START Given data

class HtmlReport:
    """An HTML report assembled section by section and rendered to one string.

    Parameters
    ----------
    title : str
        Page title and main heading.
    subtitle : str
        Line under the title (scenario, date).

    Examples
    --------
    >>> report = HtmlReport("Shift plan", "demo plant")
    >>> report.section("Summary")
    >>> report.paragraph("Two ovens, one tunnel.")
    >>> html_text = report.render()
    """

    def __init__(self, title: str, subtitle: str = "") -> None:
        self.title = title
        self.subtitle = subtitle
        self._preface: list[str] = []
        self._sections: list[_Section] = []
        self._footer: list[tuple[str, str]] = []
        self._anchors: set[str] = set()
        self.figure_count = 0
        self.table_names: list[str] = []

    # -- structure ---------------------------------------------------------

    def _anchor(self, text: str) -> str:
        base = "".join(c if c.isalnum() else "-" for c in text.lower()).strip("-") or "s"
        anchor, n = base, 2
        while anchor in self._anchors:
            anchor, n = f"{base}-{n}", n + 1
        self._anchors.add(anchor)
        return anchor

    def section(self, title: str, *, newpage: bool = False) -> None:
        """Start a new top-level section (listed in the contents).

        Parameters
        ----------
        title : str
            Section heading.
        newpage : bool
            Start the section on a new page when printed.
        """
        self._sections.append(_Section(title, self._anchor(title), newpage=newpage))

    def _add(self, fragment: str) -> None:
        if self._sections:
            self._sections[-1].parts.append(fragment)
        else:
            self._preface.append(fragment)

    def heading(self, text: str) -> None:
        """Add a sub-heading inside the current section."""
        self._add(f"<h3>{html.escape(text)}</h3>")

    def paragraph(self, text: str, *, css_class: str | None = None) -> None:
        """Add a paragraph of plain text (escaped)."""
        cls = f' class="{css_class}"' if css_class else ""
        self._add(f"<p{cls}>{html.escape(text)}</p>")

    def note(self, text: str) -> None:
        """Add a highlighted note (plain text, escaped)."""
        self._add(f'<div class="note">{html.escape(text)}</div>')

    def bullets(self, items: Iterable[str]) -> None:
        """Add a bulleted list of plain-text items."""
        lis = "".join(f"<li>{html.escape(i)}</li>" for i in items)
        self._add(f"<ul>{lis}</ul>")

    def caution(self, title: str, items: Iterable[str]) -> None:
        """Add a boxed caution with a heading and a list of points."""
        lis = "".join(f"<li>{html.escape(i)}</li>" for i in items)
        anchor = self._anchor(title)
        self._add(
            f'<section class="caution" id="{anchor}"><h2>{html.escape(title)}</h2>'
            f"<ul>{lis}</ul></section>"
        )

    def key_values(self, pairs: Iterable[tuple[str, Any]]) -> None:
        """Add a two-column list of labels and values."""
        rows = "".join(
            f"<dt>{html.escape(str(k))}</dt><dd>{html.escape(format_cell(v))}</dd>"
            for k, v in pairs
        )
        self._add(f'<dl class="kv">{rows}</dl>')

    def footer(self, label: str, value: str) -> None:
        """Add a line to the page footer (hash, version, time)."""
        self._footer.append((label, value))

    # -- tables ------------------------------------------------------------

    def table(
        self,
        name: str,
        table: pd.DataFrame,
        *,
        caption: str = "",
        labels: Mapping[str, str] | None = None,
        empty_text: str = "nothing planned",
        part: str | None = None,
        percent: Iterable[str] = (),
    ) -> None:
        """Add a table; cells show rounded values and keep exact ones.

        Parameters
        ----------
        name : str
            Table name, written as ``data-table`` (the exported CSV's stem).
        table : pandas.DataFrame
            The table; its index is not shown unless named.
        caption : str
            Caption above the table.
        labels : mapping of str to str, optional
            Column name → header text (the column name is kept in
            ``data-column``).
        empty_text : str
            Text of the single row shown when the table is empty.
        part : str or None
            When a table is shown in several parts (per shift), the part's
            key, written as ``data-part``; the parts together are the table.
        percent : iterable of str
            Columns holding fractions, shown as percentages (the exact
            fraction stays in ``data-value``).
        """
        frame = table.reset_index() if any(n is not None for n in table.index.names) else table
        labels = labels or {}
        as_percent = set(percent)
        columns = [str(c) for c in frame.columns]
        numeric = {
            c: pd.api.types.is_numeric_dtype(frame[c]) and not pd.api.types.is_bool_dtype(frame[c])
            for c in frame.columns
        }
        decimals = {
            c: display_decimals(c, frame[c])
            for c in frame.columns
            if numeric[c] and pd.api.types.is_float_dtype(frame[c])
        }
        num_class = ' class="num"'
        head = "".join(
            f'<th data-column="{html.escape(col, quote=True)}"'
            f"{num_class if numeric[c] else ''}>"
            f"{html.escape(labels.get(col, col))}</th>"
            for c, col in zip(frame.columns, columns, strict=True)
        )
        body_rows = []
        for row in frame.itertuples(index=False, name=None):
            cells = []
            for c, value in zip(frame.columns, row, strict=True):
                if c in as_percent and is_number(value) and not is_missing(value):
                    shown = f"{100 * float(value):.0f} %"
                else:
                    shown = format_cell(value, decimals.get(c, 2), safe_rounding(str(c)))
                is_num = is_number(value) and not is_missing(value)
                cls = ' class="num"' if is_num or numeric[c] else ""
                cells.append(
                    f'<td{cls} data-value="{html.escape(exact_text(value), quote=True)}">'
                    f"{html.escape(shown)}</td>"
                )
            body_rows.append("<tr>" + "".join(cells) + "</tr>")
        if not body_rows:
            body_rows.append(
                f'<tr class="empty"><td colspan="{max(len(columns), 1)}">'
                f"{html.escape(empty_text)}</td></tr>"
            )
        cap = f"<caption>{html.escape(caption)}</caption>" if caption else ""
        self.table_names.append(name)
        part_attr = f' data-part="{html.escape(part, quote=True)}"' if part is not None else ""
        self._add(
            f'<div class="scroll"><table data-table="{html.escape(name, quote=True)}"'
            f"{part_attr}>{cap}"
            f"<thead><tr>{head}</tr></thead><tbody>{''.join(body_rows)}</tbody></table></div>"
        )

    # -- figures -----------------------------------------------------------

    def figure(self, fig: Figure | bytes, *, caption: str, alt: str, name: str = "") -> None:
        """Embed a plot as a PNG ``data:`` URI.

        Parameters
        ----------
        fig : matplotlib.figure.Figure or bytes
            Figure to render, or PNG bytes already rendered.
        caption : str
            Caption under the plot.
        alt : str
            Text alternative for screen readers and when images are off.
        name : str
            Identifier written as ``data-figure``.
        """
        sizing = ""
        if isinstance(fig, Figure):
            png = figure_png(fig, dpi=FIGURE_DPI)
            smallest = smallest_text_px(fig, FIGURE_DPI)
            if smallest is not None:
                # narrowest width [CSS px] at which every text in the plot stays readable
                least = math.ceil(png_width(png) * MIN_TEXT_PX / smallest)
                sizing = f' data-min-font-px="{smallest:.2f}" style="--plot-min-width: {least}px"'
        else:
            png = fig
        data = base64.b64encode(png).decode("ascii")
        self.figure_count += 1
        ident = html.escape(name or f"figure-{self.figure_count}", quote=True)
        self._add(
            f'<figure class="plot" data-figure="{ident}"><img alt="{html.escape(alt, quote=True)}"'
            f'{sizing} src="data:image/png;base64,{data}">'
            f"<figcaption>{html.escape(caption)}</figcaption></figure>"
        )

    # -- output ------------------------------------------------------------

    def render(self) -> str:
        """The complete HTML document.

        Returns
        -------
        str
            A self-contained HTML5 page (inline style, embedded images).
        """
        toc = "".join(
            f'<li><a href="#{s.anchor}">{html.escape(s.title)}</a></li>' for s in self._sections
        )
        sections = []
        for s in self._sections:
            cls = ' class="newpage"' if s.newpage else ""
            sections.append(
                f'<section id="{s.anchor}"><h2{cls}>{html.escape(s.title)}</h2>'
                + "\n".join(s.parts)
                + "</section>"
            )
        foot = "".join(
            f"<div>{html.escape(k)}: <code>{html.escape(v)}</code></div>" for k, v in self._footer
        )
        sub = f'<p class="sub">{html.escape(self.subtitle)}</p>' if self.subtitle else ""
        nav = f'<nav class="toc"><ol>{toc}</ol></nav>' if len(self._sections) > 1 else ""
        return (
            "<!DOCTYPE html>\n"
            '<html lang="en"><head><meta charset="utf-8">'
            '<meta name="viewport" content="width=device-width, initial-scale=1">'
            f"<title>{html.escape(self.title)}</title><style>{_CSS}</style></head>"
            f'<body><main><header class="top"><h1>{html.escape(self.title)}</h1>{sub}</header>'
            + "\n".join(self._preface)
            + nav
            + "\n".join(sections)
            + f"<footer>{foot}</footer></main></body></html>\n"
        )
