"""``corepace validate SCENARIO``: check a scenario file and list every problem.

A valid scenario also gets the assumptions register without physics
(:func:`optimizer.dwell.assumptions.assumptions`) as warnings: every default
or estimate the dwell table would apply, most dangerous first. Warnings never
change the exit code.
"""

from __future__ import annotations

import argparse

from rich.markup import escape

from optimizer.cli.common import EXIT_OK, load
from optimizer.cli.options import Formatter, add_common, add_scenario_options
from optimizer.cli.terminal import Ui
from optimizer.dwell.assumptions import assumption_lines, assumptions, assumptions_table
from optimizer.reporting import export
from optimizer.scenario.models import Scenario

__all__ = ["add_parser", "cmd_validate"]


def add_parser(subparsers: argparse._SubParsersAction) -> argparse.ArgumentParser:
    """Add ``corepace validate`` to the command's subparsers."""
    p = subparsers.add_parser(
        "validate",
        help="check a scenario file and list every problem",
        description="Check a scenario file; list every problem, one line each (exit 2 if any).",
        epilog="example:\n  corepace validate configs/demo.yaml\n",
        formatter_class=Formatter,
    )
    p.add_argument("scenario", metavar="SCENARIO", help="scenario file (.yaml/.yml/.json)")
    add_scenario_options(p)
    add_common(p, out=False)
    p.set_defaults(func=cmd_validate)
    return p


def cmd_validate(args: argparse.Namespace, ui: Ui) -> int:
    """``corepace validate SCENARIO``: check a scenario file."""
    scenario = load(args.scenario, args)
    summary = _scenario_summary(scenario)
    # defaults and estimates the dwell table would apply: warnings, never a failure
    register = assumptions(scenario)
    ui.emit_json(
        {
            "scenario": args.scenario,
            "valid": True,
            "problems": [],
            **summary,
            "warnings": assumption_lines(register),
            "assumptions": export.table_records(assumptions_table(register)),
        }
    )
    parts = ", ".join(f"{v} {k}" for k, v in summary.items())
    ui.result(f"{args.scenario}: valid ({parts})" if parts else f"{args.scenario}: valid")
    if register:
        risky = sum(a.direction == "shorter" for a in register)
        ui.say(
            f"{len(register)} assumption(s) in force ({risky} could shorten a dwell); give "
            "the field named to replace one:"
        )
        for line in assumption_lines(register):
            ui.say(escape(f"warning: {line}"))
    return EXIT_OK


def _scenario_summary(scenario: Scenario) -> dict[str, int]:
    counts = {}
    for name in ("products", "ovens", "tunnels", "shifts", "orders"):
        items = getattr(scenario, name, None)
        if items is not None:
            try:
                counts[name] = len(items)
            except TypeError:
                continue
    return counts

END Given data

What you have to do:
Needed here are the exact lines from the start of the material through the line that contains "return anchor", and no others.

Problem solution:
class HtmlReport:
    """An HTML report assembled section by section and rendered to one string.

    Parameters
    ----------
    title : str
        Page title and main heading.
    subtitle : str
        Line under the title (scenario, date).

    Examples
    --------
    >>> report = HtmlReport("Shift plan", "demo plant")
    >>> report.section("Summary")
    >>> report.paragraph("Two ovens, one tunnel.")
    >>> html_text = report.render()
    """

    def __init__(self, title: str, subtitle: str = "") -> None:
        self.title = title
        self.subtitle = subtitle
        self._preface: list[str] = []
        self._sections: list[_Section] = []
        self._footer: list[tuple[str, str]] = []
        self._anchors: set[str] = set()
        self.figure_count = 0
        self.table_names: list[str] = []

    # -- structure ---------------------------------------------------------

    def _anchor(self, text: str) -> str:
        base = "".join(c if c.isalnum() else "-" for c in text.lower()).strip("-") or "s"
        anchor, n = base, 2
        while anchor in self._anchors:
            anchor, n = f"{base}-{n}", n + 1
        self._anchors.add(anchor)
        return anchor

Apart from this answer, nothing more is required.